En el extremo contrario, el documental Capturing the Friedmans, de Jarecki, es un desafío formal que reconstruye, desde todos los ángulos posibles, la vida de la familia que da título a la película, y en especial del enigmático padre, un profesor de computación acusado, junto con su hijo de dieciocho años, de abusar sexualmente de sus alumnos en el sótano de su casa. Jarecki opta por una pieza coral, donde entrevista a los involucrados y utiliza los vídeos caseros en donde los maniáticos Friedman capturaban su intimidad. Irritante, valiente y novedosa, la película lleva al límite la ironía de su título: pese a los puntos de vista expuestos a lo largo de dos horas por los Friedman, sus supuestas víctimas, sus jueces y sus defensores, al final resulta imposible comprender a esta familia disfuncional y llena de conflictos. A diferencia de otros tratamientos del tema, Jarecki no evita referirse al fenómeno conocido como "memoria inducida" -al ser interrogados una y otra vez, los niños pueden inventar las peores historias imaginables-, sin que ello impida al público extraer sus propias conclusiones sobre la culpabilidad de los acusados.

Dejando a un lado La mala educación, de Pedro Almodóvar, el último episodio de esta serie es narrado por Jason Berry y Gerald Renner en Vows of silence. The abuse of power in the papacy of John Paul II, publicado hace unas semanas en Estados Unidos. Berry y Renner estudian con gran cuidado las acusaciones de pedofilia lanzadas desde hace unos años por antiguos miembros de los Legionarios de Cristo en contra de su fundador, el sacerdote mexicano Marcial Maciel.
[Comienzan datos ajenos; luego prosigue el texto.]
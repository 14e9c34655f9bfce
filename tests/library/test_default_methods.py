"""The method that a situation takes by itself rests on a check from outside, or its exception is named here."""

from __future__ import annotations

import pytest

from calcbook.library import Library

LIBRARY = Library()
# Cards on trial that a choice table still takes, or that its method uses, each with the reason.
ON_TRIAL = {
    # Creeping flow across a tube: no other equation of the library reaches there.
    ("across-tube", "nakai-okazaki-1975"),
    # Steep layers heated from below: the tilted part is from memory, upright it is the checked law.
    ("enclosure-inclined", "el-sherbiny-1982"),
    # The only rule for a stable layer in forced and free flow together.
    ("blended-horizontal-plate", "mixed-blend-horizontal-plate-stable"),
    # Bridges between laminar and turbulent flow: straight lines between two checked ends.
    ("inside-duct", "duct-transition-section"),
    ("inside-rectangular-duct", "duct-transition-rectangle"),
    # The limit of heat flux of a bundle, in a method that is itself checked.
    ("pool-boiling-bundle", "palen-small-1964-bundle-chf"),
    # The ideal bank behind the five checked factors of the shell side.
    ("shell-side", "bell-ideal-bank"),
}


def taken_on_trial(situation: str) -> set[tuple[str, str]]:
    """Every card on trial behind the rows of a choice table."""
    return {
        (situation, card.id)
        for choice in LIBRARY.situation(situation).choose
        for card in LIBRARY.program(choice.use).cards
        if card.state.status == "trial"
    }


@pytest.mark.parametrize("situation", LIBRARY.names("situations"))
def test_a_default_is_checked_or_its_exception_is_named(situation: str) -> None:
    assert taken_on_trial(situation) == {pair for pair in ON_TRIAL if pair[0] == situation}


def test_flow_boiling_takes_the_checked_equation_of_both_positions() -> None:
    situation = LIBRARY.situation("boiling-inside-tube")
    assert [choice.use for choice in situation.choose] == ["liu-winterton-1991"]
    better = {"shah-1982-boiling", "gungor-winterton-1987"}  # by the published test that the card names
    assert better <= set(situation.methods), "the cross-check runs what the published test ranks first"
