def _nearest(brackets: list[_Bracket]) -> _Bracket:
    """The nearest of some intervals; of those that are as near as can be told the first, the earlier case."""
    nearest = min(brackets, key=lambda bracket: bracket.most)
    if not nearest.is_known:
        return nearest
    alike = nearest.most + _resolution(nearest.outside, nearest.line.now)
    return next(bracket for bracket in brackets if bracket.most <= alike and bracket.is_known)


def _resolution(figure: float, now: float) -> float:
    """How well a figure at which a verdict flips is to be known."""
    if figure == 0.0:
        return KNOWN_AT_ZERO * abs(now)
    wanted = min(KNOWN * abs(figure), KNOWN_OF_CHANGE * abs(figure - now))
    return max(wanted, BEST_KNOWN * max(abs(figure), abs(now)))


def _curved(margins: list[float], figures: list[float]) -> list[float]:
    """Where a margin is zero, as a curve of the figure and of its logarithm."""
    known = [place for place, margin in enumerate(margins) if math.isfinite(margin)]
    margins, figures = [margins[place] for place in known], [figures[place] for place in known]
    if len(known) < 2:
        return []
    found = [_interpolated(margins, figures)]
    if min(figures) > 0.0:
        logarithm = _interpolated(margins, [math.log(figure) for figure in figures])
        found.append(math.exp(logarithm) if logarithm < LARGEST_LOGARITHM else math.nan)
    return found


def _interpolated(margins: list[float], figures: list[float]) -> float:
    """The figure at which a margin is zero: through all samples, taken as a curve of the margin; NaN without one."""
    steps = [second - first for first, second in itertools.pairwise(margins)]
    if not all(step > 0.0 for step in steps) and not all(step < 0.0 for step in steps):
        return math.nan
    total = 0.0
    for place, figure in enumerate(figures):
        weight = 1.0
        for other, margin in enumerate(margins):
            if other != place:
                weight *= margin / (margin - margins[place])
        total += weight * figure
    return total


def _whole_between(low: float, high: float, places: list[float]) -> list[float]:
    """Whole numbers that divide an interval: evenly, and next to where a margin passes zero."""
    lowest, highest = sorted((low, high))
    parts = range(1, EVENLY_AT_END + 1)
    figures = {float(round(lowest + (highest - lowest) * part / (EVENLY_AT_END + 1))) for part in parts}
    for place in places:
        figures |= {float(math.floor(place)), float(math.ceil(place))}
    return [figure for figure in figures if lowest < figure < highest]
Aunque este tema ha sido ampliamente tratado en México por la revista Proceso y otros medios, en especial por Ciro Gómez Leyva en el Canal 40, los defensores de Maciel han hecho todo lo posible para acallarlos (empleando amenazas y otras tácticas de presión).

Como señalan los autores estadounidenses, los acusadores de Maciel no son hombres que achacan su fracaso a los abusos sufridos en la infancia, sino personas respetables y exitosas que en cierto momento -a veces en el borde de la muerte- se negaron a guardar el secreto. En medio de los numerosos escándalos sexuales que han azotado a la Iglesia católica, la causa defendida por Antonio Roqueñí y por la experta en derecho canónico Martha Wegan ha sido sistemáticamente silenciada por la Congregación para la Doctrina de la Fe y por el propio Juan Pablo II, quien no ha dudado en exhibirse al lado de Maciel. A diferencia de otros miembros del clero amonestados o expulsados, Maciel no es un religioso cualquiera, sino el alma de una de las órdenes más ricas, poderosas e influyentes de la Iglesia católica. Según Berry y Brener, la propia Martha Wegan resumió el sentir del Vaticano con estas palabras: "Quizás sea mejor que ocho inocentes sufran a que miles pierdan su fe".
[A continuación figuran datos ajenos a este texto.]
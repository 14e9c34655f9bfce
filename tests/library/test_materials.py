"""Material cards and emissivities as plain data: shape, standing, rising tables, means."""

from __future__ import annotations

import re
from pathlib import Path
from typing import Any

import numpy as np
import pytest
import yaml

LIBRARY = Path(__file__).parents[2] / "calcbook" / "library"
CARDS = sorted((LIBRARY / "materials").glob("*.yaml"))
KEYS = (
    "material",
    "title",
    "kind",
    "quantity",
    "table",
    "outside",
    "spread",
    "standing",
    "sources",
    "check points",
    "state",
    "notes",
)
STANDINGS = ("published", "independent library", "independent numerics", "common practice", "from memory")
OUTSIDE_STANDINGS = ("published", "independent library", "independent numerics")

every_card = pytest.mark.parametrize("path", CARDS, ids=lambda path: path.stem)


def read(path: Path) -> Any:
    """A file as nested lists, dictionaries and texts: nothing is guessed to be a number or a truth value."""
    return yaml.load(path.read_text(encoding="utf-8"), Loader=yaml.BaseLoader)


def column(card: dict[str, Any], name: str, unit: str) -> np.ndarray:
    """The figures of one column of a table, all of which must carry the unit."""
    texts = card["table"][name]
    assert all(text.endswith(f" {unit}") for text in texts), f"{name} is in {unit}"
    return np.array([float(text.removesuffix(unit)) for text in texts])


def mean_conductivity(
    temperatures: np.ndarray, conductivities: np.ndarray, first: float, second: float
) -> float:
    """Mean of the piecewise-linear table between two temperatures, by the exact trapezoid sum."""
    low, high = sorted((first, second))
    if low == high:
        return float(np.interp(low, temperatures, conductivities))
    inner = temperatures[(temperatures > low) & (temperatures < high)]
    nodes = np.concatenate(([low], inner, [high]))
    values = np.interp(nodes, temperatures, conductivities)
    return float(np.sum(np.diff(nodes) * (values[1:] + values[:-1])) / 2 / (high - low))


def deviations(card: dict[str, Any], conductivities: np.ndarray) -> list[tuple[float, float]]:
    """For each check point: relative deviation of the mean of these conductivities, and what is allowed."""
    temperatures = column(card, "T", "K")
    result = []
    for point in card["check points"]:
        first, second = (float(point["given"][name]) for name in ("T_1", "T_2"))
        reference = float(point["gives"]["k"])
        mean = mean_conductivity(temperatures, conductivities, first, second)
        result.append((abs(mean / reference - 1), float(point["within"])))
    return result


def test_trapezoid_of_a_straight_line_is_its_middle_value() -> None:
    """A linear conductivity has its mean at the mean temperature, whatever rows lie between."""
    temperatures = np.array([300.0, 310.0, 355.0, 400.0])
    conductivities = 10 + 0.02 * (temperatures - 300)
    # Three roundings of the sum: 1e-14 is far above them and far below any slip.
    assert mean_conductivity(temperatures, conductivities, 305, 395) == pytest.approx(11.0, rel=1e-14)
    assert mean_conductivity(temperatures, conductivities, 395, 305) == pytest.approx(11.0, rel=1e-14)


def test_the_library_holds_the_materials_of_the_trade() -> None:
    kinds = [read(path)["kind"] for path in CARDS]
    assert kinds.count("metal") >= 24
    assert kinds.count("insulation") >= 12


@every_card
def test_keys_stand_in_order(path: Path) -> None:
    card = read(path)
    assert list(card) == [key for key in KEYS if key in card]
    assert set(KEYS) - set(card) <= {"notes"}
    assert card["material"] == path.stem
    assert re.fullmatch(r"[a-z0-9]+(-[a-z0-9]+)*", path.stem)
    assert card["kind"] in ("metal", "insulation", "other")
    assert card["quantity"] == "wall conductivity"
    assert card["state"]["is"] in ("trial", "checked", "withdrawn")


@every_card
def test_standing_is_known_and_no_stronger_than_the_table_sources(path: Path) -> None:
    card = read(path)
    named = [card["standing"]]
    named += [source["standing"] for source in card["sources"]]
    named += [point["standing"] for point in card["check points"]]
    assert set(named) <= set(STANDINGS)
    rows = [source["standing"] for source in card["sources"] if not source["for"].startswith("primary")]
    assert card["standing"] == max(rows, key=STANDINGS.index)


@every_card
def test_table_rises_in_temperature_and_has_positive_conductivity(path: Path) -> None:
    card = read(path)
    temperatures, conductivities = column(card, "T", "K"), column(card, "k", "W/(m K)")
    assert len(temperatures) == len(conductivities) >= 1
    assert np.all(np.diff(temperatures) > 0)
    assert temperatures[0] > 0
    assert np.all(conductivities > 0)


@every_card
def test_one_temperature_is_held_and_said(path: Path) -> None:
    card = read(path)
    single = len(card["table"]["T"]) == 1
    assert card["outside"] == ("hold last" if single else "open item")
    assert any(note.startswith("Constant:") for note in card.get("notes", [])) == single


@every_card
def test_spread_is_a_figure_with_its_reason(path: Path) -> None:
    spread = read(path)["spread"]
    assert re.fullmatch(r"[1-9]\d? %", spread["within"])
    assert spread["because"].strip()


@every_card
def test_means_agree_with_the_check_points(path: Path) -> None:
    card = read(path)
    points = card["check points"]
    assert len(points) >= 2
    conductivities = column(card, "k", "W/(m K)")
    for point, (deviation, allowed) in zip(points, deviations(card, conductivities), strict=True):
        assert deviation <= allowed, point["source"]


@every_card
def test_check_points_lie_within_the_table(path: Path) -> None:
    card = read(path)
    if card["outside"] == "hold last":
        return
    temperatures = column(card, "T", "K")
    for point in card["check points"]:
        for name in ("T_1", "T_2"):
            assert temperatures[0] <= float(point["given"][name]) <= temperatures[-1]


@every_card
def test_checked_cards_have_a_reference_from_outside(path: Path) -> None:
    card = read(path)
    outside = [point for point in card["check points"] if point["standing"] in OUTSIDE_STANDINGS]
    if card["state"]["is"] == "checked":
        assert any("identity" not in point["source"] for point in outside)


@every_card
def test_every_row_is_held_by_a_check_point(path: Path) -> None:
    """A row that is 1 % off makes at least one check point fail."""
    card = read(path)
    conductivities = column(card, "k", "W/(m K)")
    for row in range(len(conductivities)):
        changed = conductivities.copy()
        changed[row] *= 1.01
        assert any(deviation > allowed for deviation, allowed in deviations(card, changed)), f"row {row + 1}"


@every_card
def test_notes_and_check_points_name_cards_that_exist(path: Path) -> None:
    card = read(path)
    known = {each.stem for each in CARDS}
    texts = [point["source"] for point in card["check points"]] + card.get("notes", [])
    named = [match for text in texts for match in re.findall(r"second source, card ([a-z0-9-]+)", text)]
    for text in texts:
        if "other cards of this material: " in text or text.startswith("Cards of other densities: "):
            named += text.rsplit(": ", 1)[1].rstrip(".").split(", ")
    assert set(named) <= known - {path.stem}


def test_cards_of_one_material_name_each_other() -> None:
    """Where sources differ, whoever reads one card learns of every other one."""
    others = {}
    for path in CARDS:
        for note in read(path).get("notes", []):
            if "other cards of this material: " in note:
                others[path.stem] = set(note.rsplit(": ", 1)[1].rstrip(".").split(", "))
    assert len(others) >= 20
    for name, named in others.items():
        for other in named:
            assert name in others[other], f"{other} names {name}"


def test_emissivities_are_readable_figures() -> None:
    entries = read(LIBRARY / "emissivities.yaml")["emissivities"]
    assert len(entries) >= 40
    for entry in entries:
        assert list(entry) == ["surface", "temperature", "emissivity", "source", "standing"]
        assert entry["standing"] in STANDINGS
        assert re.fullmatch(r"\d+( to \d+)? degC", entry["temperature"])
        figures = [float(text) for text in entry["emissivity"].split(" to ")]
        assert all(0 < figure <= 1 for figure in figures)
        assert figures == sorted(figures)
    facts = [(entry["surface"], entry["temperature"], entry["source"]) for entry in entries]
    assert len(set(facts)) == len(facts)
Por lo general, el abuso infantil es llevado a cabo por personas normales: padres, abuelos, hermanos, tíos... Si se trata de un delito tan difícil de prevenir -y de castigar-, se debe a los lazos de afecto que ligan al agresor con la víctima o su familia. Lo mismo ocurre en el caso de una figura considerada superior, como Maciel. Pero la indiferencia del Vaticano a la larga resultará contraproducente: los Legionarios de Cristo y los miembros de Regnum Christi, su brazo secular, tal vez sean capaces de olvidar los pecados de su "padre", pero millones de creyentes se alejarán de la Iglesia si ésta sigue comportándose como su cómplice.
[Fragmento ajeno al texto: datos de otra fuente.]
# --- criteria ---------------------------------------------------------------------------------------


def _criteria(
    chain: Chain, solutions: Mapping[str, Solution], results: Mapping[str, ResultFigures]
) -> Iterator[Verdicts]:
    for item in criterion_figures(chain, solutions, results):
        codes = np.where(item.met, 0, 1)
        # A state of day one that is not there does not meet what is asked of it.
        absent = 1 if item.criterion.result in OF_DAY_ONE else NO_VERDICT
        # A margin that has no end is one all the same: of a duty that is carried to the end, or never.
        codes = np.where(np.isnan(item.margin), absent, codes)
        yield Verdicts(
            CRITERION, f"criterion {item.number}", "", MET_WORDS, codes, _fixed_margins(item.margin)
        )


def _fixed_margins(*margins: Array) -> Margins:
    return lambda: list(margins)


# --- limits -----------------------------------------------------------------------------------------


@dataclass(eq=False)
class _Limit:
    """One id of a limit under construction: a sample takes it from whichever part of the chain acts there."""

    level: str
    codes: Array
    figure: Array | None
    margins: list[Margins]

    def part(self, samples: slice) -> _Limit:
        """The same for some of the samples."""
        figure = _cut(self.figure, samples) if self.figure is not None else None
        return _Limit(self.level, _cut(self.codes, samples), figure, [_joined(self.margins, samples)])


_Found = dict[str, _Limit]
¿A qué se debe este alud de noticias sobre la pedofilia? ¿Se trata de una enfermedad de nuestro siglo o es que antes nadie se atrevía a denunciarla? ¿O acaso su impacto ha provocado el surgimiento de "memorias inducidas" que exageran el problema? Dejando de lado las explicaciones psicológicas o sociales sobre estos "adultos que desean a los niños", lo más grave es el silencio de las autoridades. Una acusación de pedofilia puede arruinar la vida de un inocente, pero precisamente por ello es necesario despejar cualquier duda razonable. Una sociedad democrática no debe consentir razonamientos como el invocado por los defensores de Maciel: millones de personas sin fe no bastarían para justificar la vejación sexual de un solo niño.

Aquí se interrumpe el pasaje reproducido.